Implementing Open-Source LLMs in Research Computing: From Model Selection to On-Premises Deployment (Part 1 of 2)
This is a 2 part series. The description below is for both sessions.
The rapid evolution of open-source large language models presents academic researchers with unprecedented opportunities to deploy powerful AI capabilities while maintaining complete control over sensitive data and computational workflows. This tutorial addresses the critical challenge facing research computing centers: how to navigate the complex landscape of open-source LLMs to make informed decisions about model selection, hardware requirements, and deployment strategies that align with existing HPC infrastructure and research objectives.

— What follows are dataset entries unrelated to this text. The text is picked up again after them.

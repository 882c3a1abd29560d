//! `vigil pilot`: read pilot counts (a tidy CSV), fit each animal, estimate the population
//! values, print them and optionally write a plan skeleton holding them.

use super::AppError;
use crate::output::CommitSet;
use crate::pilot::{self, PilotError, PilotFitSettings, PopulationSettings};
use crate::plan::Plan;
use crate::report::{pilot_plan, pilot_text};
use crate::vocab::RateCorrection;
use std::path::PathBuf;

/// What `vigil pilot` was asked.
#[derive(Debug, Clone)]
pub struct PilotRequest {
    /// The pilot file (CSV).
    pub csv: PathBuf,
    /// Where to write the plan skeleton, if anywhere.
    pub plan_out: Option<PathBuf>,
    /// Response categories K of the pilot's scale (2 = yes/no).
    pub categories: usize,
    /// Yes/no boundary of a graded scale (1 … K−1); default ⌊K/2⌋.
    pub boundary: Option<usize>,
    /// Rule for rates of 0 or 1, by name.
    pub rate_correction: String,
    /// Seed of the bootstrap over animals.
    pub seed: u64,
}

/// Runs `vigil pilot`; returns the report text. Bad input is refused before anything is
/// written; the skeleton is checked as a plan and written whole (temporary file, then rename).
pub fn pilot(req: &PilotRequest) -> Result<String, AppError> {
    let correction = RateCorrection::from_name(&req.rate_correction).ok_or_else(|| {
        AppError::Input(format!(
            "option --rate-correction: unknown rule `{}`\n  allowed: {}",
            req.rate_correction,
            RateCorrection::NAMES
                .iter()
                .map(|n| format!("`{n}`"))
                .collect::<Vec<_>>()
                .join(", ")
        ))
    })?;
    let k = req.categories;
    let boundary = req.boundary.unwrap_or((k / 2).max(1));
    if k >= 2 && !(1..k).contains(&boundary) {
        return Err(AppError::Input(format!(
            "option --boundary: {boundary} is not a criterion of a {k}-category scale\n  allowed: 1 … {}",
            k - 1
        )));
    }
    // The skeleton's path is checked (and claimed) before the pilot is read: the pilot file
    // itself can never be overwritten.
    let mut set = CommitSet::new();
    set.input("pilot CSV", &req.csv);
    let slot = req
        .plan_out
        .as_ref()
        .map(|p| set.claim("--plan-out", p))
        .transpose()?;
    let data = pilot::read(&req.csv, k)?;
    let settings = PilotFitSettings {
        correction,
        boundary,
    };
    let population = PopulationSettings {
        seed: req.seed,
        ..PopulationSettings::default()
    };
    let analysis = pilot::analyse(data, settings, population).map_err(|e| {
        PilotError::file(
            &req.csv,
            e.to_string(),
            "counts from at least 2 animals whose fits exist (try --rate-correction log-linear)",
        )
    })?;
    if let (Some(path), Some(slot)) = (&req.plan_out, slot) {
        let text = pilot_plan::render(&analysis);
        // The skeleton must be a plan `vigil check` accepts; a refusal here is a bug of ours.
        Plan::from_str(path, &text)
            .map_err(|e| AppError::Internal(format!("the plan skeleton does not validate: {e}")))?;
        set.write(slot, text.as_bytes())?;
        set.commit()?;
    }
    Ok(pilot_text::render(&analysis, req.plan_out.as_deref()))
}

The session begins with a systematic exploration of leading open-source model families, including DeepSeek's reasoning-optimized variants, Meta's Llama ecosystem, Google's efficiency-focused Gemma models, and specialized options like MedGemma for healthcare applications. Attendees will learn to evaluate models based on benchmark performance, memory requirements, and domain-specific capabilities, while understanding the critical relationship between model parameters, precision formats (FP16/FP8/FP4), and GPU memory allocation. Beyond model selection, participants will explore the open-source framework ecosystem, comparing GUI tools like LM Studio for rapid prototyping against high-performance CLI engines like vLLM and SGLang suitable for SLURM integration and multi-GPU scaling. The session concludes with an introduction to Retrieval-Augmented Generation (RAG) pipelines, which enable researchers to query private document collections. This approach provides a key differentiator from commercial LLM services, ensuring data privacy and institutional control while extending model capabilities with domain-specific knowledge.
Target Audience: Academic researchers, HPC administrators, and research computing professionals seeking to understand open-source LLM deployment options, model selection criteria, and integration strategies for existing research computing infrastructure, with emphasis on data privacy, cost control, and workflow compatibility.